Overview
Despite efforts from the industry, corporate data leaks from web applications are happening with increasing frequency. A specific implication of these leaks is that they often expose customer password information, potentially compromising the customer’s account not only on the site where the leak occurred but possibly many others, as customers tend to reuse the same password on many different sites.
With this in mind, it is the duty of each merchant and developer to safeguard such customer information.
Magento addresses the security of customer passwords by using the industry standard pattern of storing passwords using a one-way hash. This mechanism does not provide a way to directly retrieve a password from its hash – the only sure way to “unhash” a hash is by brute force (trying every single possible value). Brute forcing is hopefully prohibitively expensive and time-consuming, which ensures the security of hashed passwords.
Problem
The effectiveness of Magento’s password hashing relies heavily on the choice of the hashing algorithm. Currently, Community Edition 1.9.1.0 uses MD5, and Enterprise Edition 1.14.1.0 uses SHA256.
While these hashing algorithms are widely used in the industry, they suffer a core design flaw which makes them unsuitable for securing information.
According to PHP password hashing recommendations:
Hashing algorithms such as MD5, SHA1 and SHA256 are designed to be very fast and efficient. With modern techniques and computer equipment, it has become trivial to “brute force” the output of these algorithms, in order to determine the original input.
Because of how quickly a modern computer can “reverse” these hashing algorithms, many security professionals strongly suggest against their use for password hashing.
Solution
Considering how many applications need to securely store passwords, PHP provides a native password hashing and verification API. This API allows developers to easily store and validate passwords without having to research, reimplement, and maintain the wide range of best practice details that are required to truly be secure.
Additionally, this native API is designed to evolve over time – as better hashing algorithms or other best practices are discovered, it can transparently improve its implementation without requiring developers to update code.
Technical details
Along with other best practices, such as constant time string comparisons, unique salt, etc, the PHP native password API uses the currently recommended bcrypt hashing algorithm. This is designed to change over time, so hash strings produced by the native API include all required information to verify the hash.
PHP native password API hash string example, from PHP password hashing FAQ.
Because of this, a hash string created by the native API is always forward compatible with future versions of the verification API.

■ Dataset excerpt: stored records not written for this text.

/**
 * SharedReads: one read in flight per key, shared by the callers that ask meanwhile, kept no longer than that
 * (a single-flight cache with no lifetime: common practice for coalescing identical concurrent reads).
 */
import { describe, expect, it } from 'vitest';
import { SharedReads } from '../../queue/producer/shared-read.ts';

/** A read whose answer the test gives when it likes. */
function pendingRead<T>(): { read: () => Promise<T>; calls: () => number; answer: (v: T) => void; fail: (e: Error) => void } {
  let calls = 0;
  let settle: { answer: (v: T) => void; fail: (e: Error) => void } | undefined;
  return {
    read: () => { calls++; return new Promise<T>((answer, fail) => { settle = { answer, fail }; }); },
    calls: () => calls,
    answer: (v) => settle?.answer(v),
    fail: (e) => settle?.fail(e),
  };
}

describe('SharedReads', () => {
  describe('when callers ask for one key while its read is in flight', () => {
    it('should start one read and give every caller its answer', async () => {
      const reads = new SharedReads<number>();
      const r = pendingRead<number>();
      const asked = [reads.get('a', r.read), reads.get('a', r.read), reads.get('a', r.read)];
      r.answer(7);
      expect(await Promise.all(asked)).toEqual([7, 7, 7]);
      expect(r.calls()).toBe(1);
    });
  });

  describe('when a read has answered', () => {
    it('should keep nothing: the next caller starts a new read', async () => {
      const reads = new SharedReads<number>();
      const r = pendingRead<number>();
      const first = reads.get('a', r.read);
      r.answer(1);
      await first;
      expect(reads.size).toBe(0);
      const second = reads.get('a', r.read);
      r.answer(2);
      expect(await second).toBe(2);
      expect(r.calls()).toBe(2);
    });
  });

  describe('when keys differ', () => {
    it('should read each key on its own', async () => {
      const reads = new SharedReads<string>();
      const a = pendingRead<string>();
      const b = pendingRead<string>();
      const asked = [reads.get('a', a.read), reads.get('b', b.read)];
      a.answer('A');
      b.answer('B');
      expect(await Promise.all(asked)).toEqual(['A', 'B']);
    });
  });

  describe('when the shared read fails', () => {
    it('should fail every caller that shared it and not keep the failure', async () => {
      const reads = new SharedReads<number>();
      const r = pendingRead<number>();
      const asked = [reads.get('a', r.read), reads.get('a', r.read)];
      r.fail(new Error('redis went away'));
      for (const p of asked) await expect(p).rejects.toThrow('redis went away');
      expect(reads.size).toBe(0);
      const again = reads.get('a', r.read);
      r.answer(3);
      expect(await again).toBe(3);
    });
  });
});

The PHP native password hashing API is available in the PHP core since version 5.5.0. Additionally, there is a pure PHP compatibility library for versions of PHP since 5.3.7. Due to a security issue in PHP versions 5.3.6 and below, merchants and developers should upgrade at least to 5.3.7.
Magento implementation
In order to improve its password hashing security, I have created a PHP native password hashing API Magento module. The module is compatible with both Commerce Edition and Open Source Edition and includes the native API compatibility library, making it compatible with PHP versions 5.3.7 and above.

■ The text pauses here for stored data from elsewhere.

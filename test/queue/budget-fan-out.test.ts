/**
 * The Δv budget as a service job: its non-linear samples fan out as `budget-samples` child jobs, the parent
 * assembles them, and — sample i depending on (seed, i) only — the study is identical with 1, 2 and 4
 * workers and equals the single-process run exactly. The study is archived once, names no plan, leaves no
 * sample copies in Redis, and can be cancelled. A budget job is a first-class job: listed by `/v1/jobs` with
 * its kind, streamed at its eventsUrl with the budget's own progress stages, counted in the metrics.
 */
import { readFileSync } from 'node:fs';
import { afterAll, beforeAll, describe, expect, it } from 'vitest';
import { parseBudgetRequest, runBudget } from '../../planner/index.ts';
import { readEventStream, startService, waitForJob, type TestService } from '../harness/service.ts';
import { keysOf } from './fixtures.ts';

let svc: TestService;
const processedBy = new Map<string, string>();
const workers: { worker: { pause(): Promise<void>; resume(): void } }[] = [];
const demo = JSON.parse(readFileSync(new URL('../../examples/flyby-budget-demo.json', import.meta.url), 'utf8')) as Record<string, unknown>;
const body = (request: Record<string, unknown>) => ({ request, reason: 'service test: Δv budget of the remaining correction burns' });
const BUDGET_STAGES = ['nominal', 'linear', 'nonlinear', 'summary', 'done'];

async function addWorkers(n: number): Promise<void> {
  for (let i = 0; i < n; i++) {
    const w = await svc.startWorkerInProcess({ concurrency: 1, batchSize: 2 });
    workers.push(w);
    w.worker.on('completed', (job) => processedBy.set(String(job.id), w.name));
  }
}

/** Submits `request`, waits for the end, and returns the job id, its final status and its study. */
async function runJob(request: Record<string, unknown>, onSubmitted?: (jobId: string, eventsUrl: string) => void) {
  const res = await svc.request('POST', '/v1/budgets', { token: svc.tokens.submitter, body: body(request) });
  expect(res.status).toBe(202);
  const jobId = res.body.jobId as string;
  onSubmitted?.(jobId, res.body.eventsUrl as string);
  const end = await waitForJob(svc, jobId, (s) => s.state === 'completed' || s.state === 'failed', 240_000, '/v1/budgets');
  expect(end.state, JSON.stringify(end.error)).toBe('completed');
  const fetched = await svc.request('GET', `/v1/budgets/${jobId}/study`, { token: svc.tokens.reviewer });
  expect(fetched.status).toBe(200);
  const workers = new Set([...processedBy].filter(([id]) => id.startsWith(`${jobId}-mc-`)).map(([, name]) => name));
  return { jobId, end, fetched: fetched.body, workers };
}

beforeAll(async () => { svc = await startService(); });
afterAll(async () => { await svc?.close(); });

describe('Δv budget jobs', () => {
  describe('when the same budget runs on 1, 2 and 4 workers', () => {
    it('should fan the non-linear samples out and give identical studies, equal to the single-process run', async () => {
      // 8 non-linear samples in batches of 2: 4 child jobs per run.
      const request = { ...demo, linearSamples: 300, nonlinearSamples: 8 };
      await addWorkers(1);
      const one = await runJob(request);
      await addWorkers(1);
      const two = await runJob(request);
      await addWorkers(2);
      let stream: ReturnType<typeof readEventStream> | null = null;
      const four = await runJob(request, (_id, eventsUrl) => { stream = readEventStream(`${svc.url}${eventsUrl}`, svc.tokens.auditor, 240_000); });

      expect(one.workers.size).toBe(1);
      // Which worker takes which batch is the queue's choice; with idle workers the batches spread out.
      expect(two.workers.size, [...two.workers].join(', ')).toBeGreaterThan(1);
      expect(four.workers.size, [...four.workers].join(', ')).toBeGreaterThan(1);
      const local = JSON.parse(JSON.stringify(await runBudget(parseBudgetRequest(request))));
      for (const run of [one, two, four]) {
        expect(run.end.kind).toBe('delta-v-budget');
        expect(run.end.result.agreementPassed).toBe(true);
        expect([...processedBy.keys()].filter((id) => id.startsWith(`${run.jobId}-mc-`))).toHaveLength(4);
        expect(run.fetched.study).toEqual(local);
      }
      expect(four.fetched.study.caveats[0].code).toBe('PROPOSAL_REQUIRES_REVIEW');
      expect(four.fetched.storedIn).toBe('archive');
      expect((await svc.archive!.getStudyByJob(four.jobId))?.study).toEqual(four.fetched.study);
      expect(await svc.archive!.getPlanByJob(four.jobId)).toBeUndefined();

      // Once combined and stored, no batch job and no copy of the samples stays in Redis (as for a plan's Monte Carlo).
      const redis = svc.api.deps.queue.redis;
      expect(await keysOf(redis, `${svc.prefix}:*-mc-*`)).toEqual([]);
      expect(await keysOf(redis, `${svc.prefix}:*:processed`)).toEqual([]);
      expect(await redis.hget(`${svc.prefix}:retarget:${four.jobId}`, 'data')).not.toContain('"nominal"');

      // First-class job: its own event stream with the budget's stages, listed with its kind, in the metrics.
      const events = (await stream!).events;
      expect(events.at(-1)).toMatchObject({ event: 'end', data: { id: four.jobId, kind: 'delta-v-budget', state: 'completed' } });
      const stages = new Set(events.filter((e) => e.event === 'progress').map((e) => e.data.stage as string));
      expect(stages.size, [...stages].join(', ')).toBeGreaterThan(0);
      for (const stage of stages) expect(BUDGET_STAGES).toContain(stage);
      const listed = (await svc.request('GET', '/v1/jobs?limit=50', { token: svc.tokens.auditor })).body.jobs as { id: string; kind: string }[];
      expect(listed.filter((j) => j.kind === 'delta-v-budget').map((j) => j.id).sort()).toEqual([one.jobId, two.jobId, four.jobId].sort());
      expect(listed.some((j) => j.id.includes('-mc-'))).toBe(false);
      let metrics = '';
      for (let i = 0; i < 50 && !/^veer_job_duration_seconds_count\{kind="delta-v-budget",outcome="completed"\} 3$/m.test(metrics); i++) {
        await new Promise((r) => setTimeout(r, 100));
        metrics = (await svc.request('GET', '/metrics')).text;
      }
      expect(metrics).toMatch(/^veer_job_duration_seconds_count\{kind="delta-v-budget",outcome="completed"\} 3$/m);
      expect(metrics).toMatch(/^veer_job_submissions_total\{kind="delta-v-budget",outcome="created"\} 3$/m);
    }, 600_000);
  });

  describe('when the request is invalid', () => {
    it('should answer 400 naming the field', async () => {
      const res = await svc.request('POST', '/v1/budgets', { token: svc.tokens.submitter, body: body({ ...demo, knowledge: [(demo.knowledge as unknown[])[0]] }) });
      expect(res.status).toBe(400);
      expect(JSON.stringify(res.body)).toContain('request.knowledge');
    });
  });

  describe('when a budget job is cancelled before any worker took it', () => {
    it('should read as a cancelled budget job, not as a retargeting job', async () => {
      await Promise.all(workers.map((w) => w.worker.pause()));
      try {
        const res = await svc.request('POST', '/v1/budgets', { token: svc.tokens.submitter, body: body({ ...demo, linearSamples: 10, nonlinearSamples: 6 }) });
        const jobId = res.body.jobId as string;
        const cancel = await svc.request('POST', `/v1/budgets/${jobId}/cancel`, { token: svc.tokens.submitter, body: { reason: 'test' } });
        expect(cancel.status).toBe(200);
        const status = await svc.request('GET', `/v1/budgets/${jobId}`, { token: svc.tokens.auditor });
        expect(status.status).toBe(200);
        expect(status.body).toMatchObject({ id: jobId, kind: 'delta-v-budget', state: 'cancelled', result: null });
        expect((await svc.request('GET', `/v1/jobs/${jobId}`, { token: svc.tokens.auditor })).status).toBe(404);
      } finally {
        for (const w of workers) w.worker.resume();
      }
    }, 120_000);
  });

  describe('when the job is cancelled while its sample batches run', () => {
    it('should end cancelled', async () => {
      const res = await svc.request('POST', '/v1/budgets', { token: svc.tokens.submitter, body: body({ ...demo, linearSamples: 10, nonlinearSamples: 600 }) });
      const jobId = res.body.jobId as string;
      await waitForJob(svc, jobId, (s) => s.state === 'waiting-children', 120_000, '/v1/budgets');
      const cancel = await svc.request('POST', `/v1/budgets/${jobId}/cancel`, { token: svc.tokens.submitter, body: { reason: 'test' } });
      expect(cancel.status).toBe(202);
      const end = await waitForJob(svc, jobId, (s) => ['cancelled', 'completed', 'failed'].includes(s.state), 120_000, '/v1/budgets');
      expect(end.state).toBe('cancelled');
    }, 300_000);
  });
});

This module adds three system configuration options, which can be found in System -> Configuration -> Customers -> Customer Configuration -> Password Options.
- Use PHP Native Password Hashing: this setting fundamentally enables/disables the module. In order to “do no harm”, the module is disabled by default, so it is critical to set this value to Yes in order to upgrade Magento password hashing.
- Password Hashing Cost: advanced users can adjust this value to possibly improve password hashing security at the cost of server CPU load. The default is appropriate for nearly all sites.
- Rehash Legacy Passwords: this setting allows Magento to upgrade password hashes which were created using legacy hashing algorithms. When a customer or admin successfully authenticates using a password with an unsuitable hash, the password will be rehashed using the native API. In order to “do no harm”, this functionality is disabled by default, but it should be set to Yes to begin to retroactively upgrade the site’s password hash database.
Where to get it
This module is liberally licensed and freely available on GitHub: https://github.com/ericthehacker/magento-phpnativepasswords.
It can be easily installed using modman, as described in the installation instructions. As mentioned above, it’s critical to enable the module’s functionality in system configuration after installation.
As always, issues or contributions are welcome!